■ Instructions for the task
What is needed is a copy of each line in the listing below that contains "weight".

■ Exercise inputs

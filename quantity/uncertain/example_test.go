package uncertain_test

import (
	"fmt"

	"similis.dev/similis/quantity"
	"similis.dev/similis/quantity/uncertain"
)

// Two pressure transducers across a flow restrictor (an invented rig) were
// calibrated against the same dead-weight standard, whose uncertainty
// (standard, 0.02 % of reading) therefore enters both readings alike. The
// pressure drop is known better than either reading: the standard's part
// nearly cancels, leaving the readings' own repeatability. By hand:
// u(P1) = √((0.0002·612 kPa)² + (15 Pa)²) = 123.3 Pa; u(Δp) =
// √((0.0002·13.5 kPa)² + 2·(15 Pa)²) = 21.4 Pa.
func ExampleSet_Measure() {
	set := uncertain.NewSet()
	std := set.MustAdd(uncertain.Source{Name: "dead-weight standard", U: quantity.Scalar(0.0002), Relative: true, Effect: uncertain.Systematic})
	r1 := set.MustAdd(uncertain.Source{Name: "P1 repeatability", U: quantity.New(15, quantity.Pressure), Type: uncertain.TypeA, DoF: 29})
	r2 := set.MustAdd(uncertain.Source{Name: "P2 repeatability", U: quantity.New(15, quantity.Pressure), Type: uncertain.TypeA, DoF: 29})
	p1 := set.MustMeasure(quantity.New(612.0e3, quantity.Pressure), std, r1)
	p2 := set.MustMeasure(quantity.New(598.5e3, quantity.Pressure), std, r2)
	dp := p1.Sub(p2)
	fmt.Printf("u(P1) = %.0f Pa, u(P2) = %.0f Pa\n", p1.U().Value(), p2.U().Value())
	fmt.Printf("Δp = %.0f Pa, u(Δp) = %.1f Pa (treating P1, P2 as independent: %.0f Pa)\n",
		dp.Value(), dp.U().Value(), quantity.Hypot(p1.U(), p2.U()).Value())
	// Output:
	// u(P1) = 123 Pa, u(P2) = 121 Pa
	// Δp = 13500 Pa, u(Δp) = 21.4 Pa (treating P1, P2 as independent: 173 Pa)
}

// The budget of a model-scale resistance coefficient C_T = R/(½ρV²S) from
// an invented towing-tank run: which measurement dominates, the effective
// degrees of freedom and the expanded uncertainty at 95 %. By hand:
// C_T = 31.2/(½·999·1.8²·4.2) = 0.004590; relative parts 0.08/31.2 =
// 0.256 %, 2·0.1 % (V²), 0.2 % (S), 0.05/31.2 = 0.160 %, 0.1/999 = 0.010 %,
// root-sum-square 0.414 %.
func ExampleMeasured_Budget() {
	set := uncertain.NewSet()
	ur := set.MustAdd(uncertain.Source{Name: "dynamometer calibration", U: quantity.New(0.05, quantity.Force), Effect: uncertain.Systematic})
	rr := set.MustAdd(uncertain.Source{Name: "resistance repeatability", U: quantity.New(0.08, quantity.Force), Type: uncertain.TypeA, DoF: 9})
	uv := set.MustAdd(uncertain.Source{Name: "carriage speed", U: quantity.Scalar(0.001), Relative: true, Dist: uncertain.Rectangular, Effect: uncertain.Systematic})
	us := set.MustAdd(uncertain.Source{Name: "wetted area", U: quantity.Scalar(0.002), Relative: true, Effect: uncertain.Systematic})
	urho := set.MustAdd(uncertain.Source{Name: "density (temperature)", U: quantity.New(0.1, quantity.Density), Effect: uncertain.Systematic})

	r := set.MustMeasure(quantity.New(31.2, quantity.Force), ur, rr)
	v := set.MustMeasure(quantity.New(1.8, quantity.Velocity), uv)
	s := set.MustMeasure(quantity.New(4.2, quantity.Area), us)
	rho := set.MustMeasure(quantity.New(999.0, quantity.Density), urho)
	ct := r.Div(rho.Mul(v).Mul(v).Mul(s).Scale(0.5))
	b, _ := ct.Budget("C_T", 0.95)
	fmt.Print(b)
	// Output:
	// C_T = 0.004590, u_c = 0.000019 (0.41 %), ν_eff = 61, k = 2.00, U(95 %) = 0.000038
	// systematic part 0.000015, random part 0.000012
	// source                    type       distribution  effect            u(source)                 c  contribution  % of u_c²
	// resistance repeatability  A (ν = 9)  t             random              0.080 N      0.000147 1/N      0.000012       38.3
	// carriage speed            B          rectangular   systematic  0.10 % of value          -0.00918     0.0000092       23.3
	// wetted area               B          normal        systematic  0.20 % of value          -0.00459     0.0000092       23.3
	// dynamometer calibration   B          normal        systematic          0.050 N      0.000147 1/N     0.0000074       15.0
	// density (temperature)     B          normal        systematic       0.10 kg/m³  -4.59×10⁻⁶ m³/kg    0.00000046        0.1
}

// A Monte Carlo check of a first-order result (JCGM 101:2008): the
// friction velocity u_τ = √(τ_w/ρ) with an invented wall shear stress.
func ExampleMonteCarlo() {
	set := uncertain.NewSet()
	ut := set.MustAdd(uncertain.Source{Name: "wall shear stress", U: quantity.New(0.04, quantity.Pressure), Dist: uncertain.Rectangular})
	urho := set.MustAdd(uncertain.Source{Name: "density", U: quantity.New(0.005, quantity.Density)})
	in := []uncertain.Measured{
		set.MustMeasure(quantity.New(1.6, quantity.Pressure), ut),
		set.MustMeasure(quantity.New(1.204, quantity.Density), urho),
	}
	model := func(x []uncertain.Measured) uncertain.Measured { return x[0].Div(x[1]).Sqrt() }
	b, _ := model(in).Budget("u_τ", 0.95)
	mc, _ := uncertain.MonteCarlo(in, model, 200_000, 0.95, 1)
	fmt.Printf("first order: %.4f ± %.4f m/s (95 %%)\n", b.Value.Value(), b.Expanded.Value())
	fmt.Printf("Monte Carlo: [%.4f, %.4f] m/s\n", mc.Low.Value(), mc.High.Value())
	fmt.Println("validated:", b.Validate(mc, 1).Validated)
	// Output:
	// first order: 1.1528 ± 0.0286 m/s (95 %)
	// Monte Carlo: [1.1281, 1.1770] m/s
	// validated: true
}

// A measured value prints with its standard uncertainty to two
// significant digits and the estimate to the same decimal place (GUM
// §7.2.6), in the derived unit's name with a prefix where the value is
// large. An invented model resistance of 138 434.1 N with u = 832.6 N:
// u rounds to 0.83 kN, so the value is stated to 0.01 kN.
func ExampleMeasured_String() {
	set := uncertain.NewSet()
	cal := set.MustAdd(uncertain.Source{Name: "dynamometer", U: quantity.New(832.6328569252115, quantity.Force)})
	r := set.MustMeasure(quantity.New(138434.1051208327, quantity.Force), cal)
	fmt.Println(r)
	v := set.MustMeasure(quantity.New(1.23412, quantity.Velocity), set.MustAdd(uncertain.Source{Name: "carriage", U: quantity.New(0.01234, quantity.Velocity)}))
	fmt.Println(v)
	// Output:
	// 138.43 kN ± 0.83 kN
	// 1.234 m/s ± 0.012 m/s
}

■ Answer below
// calibrated against the same dead-weight standard, whose uncertainty
	std := set.MustAdd(uncertain.Source{Name: "dead-weight standard", U: quantity.Scalar(0.0002), Relative: true, Effect: uncertain.Systematic})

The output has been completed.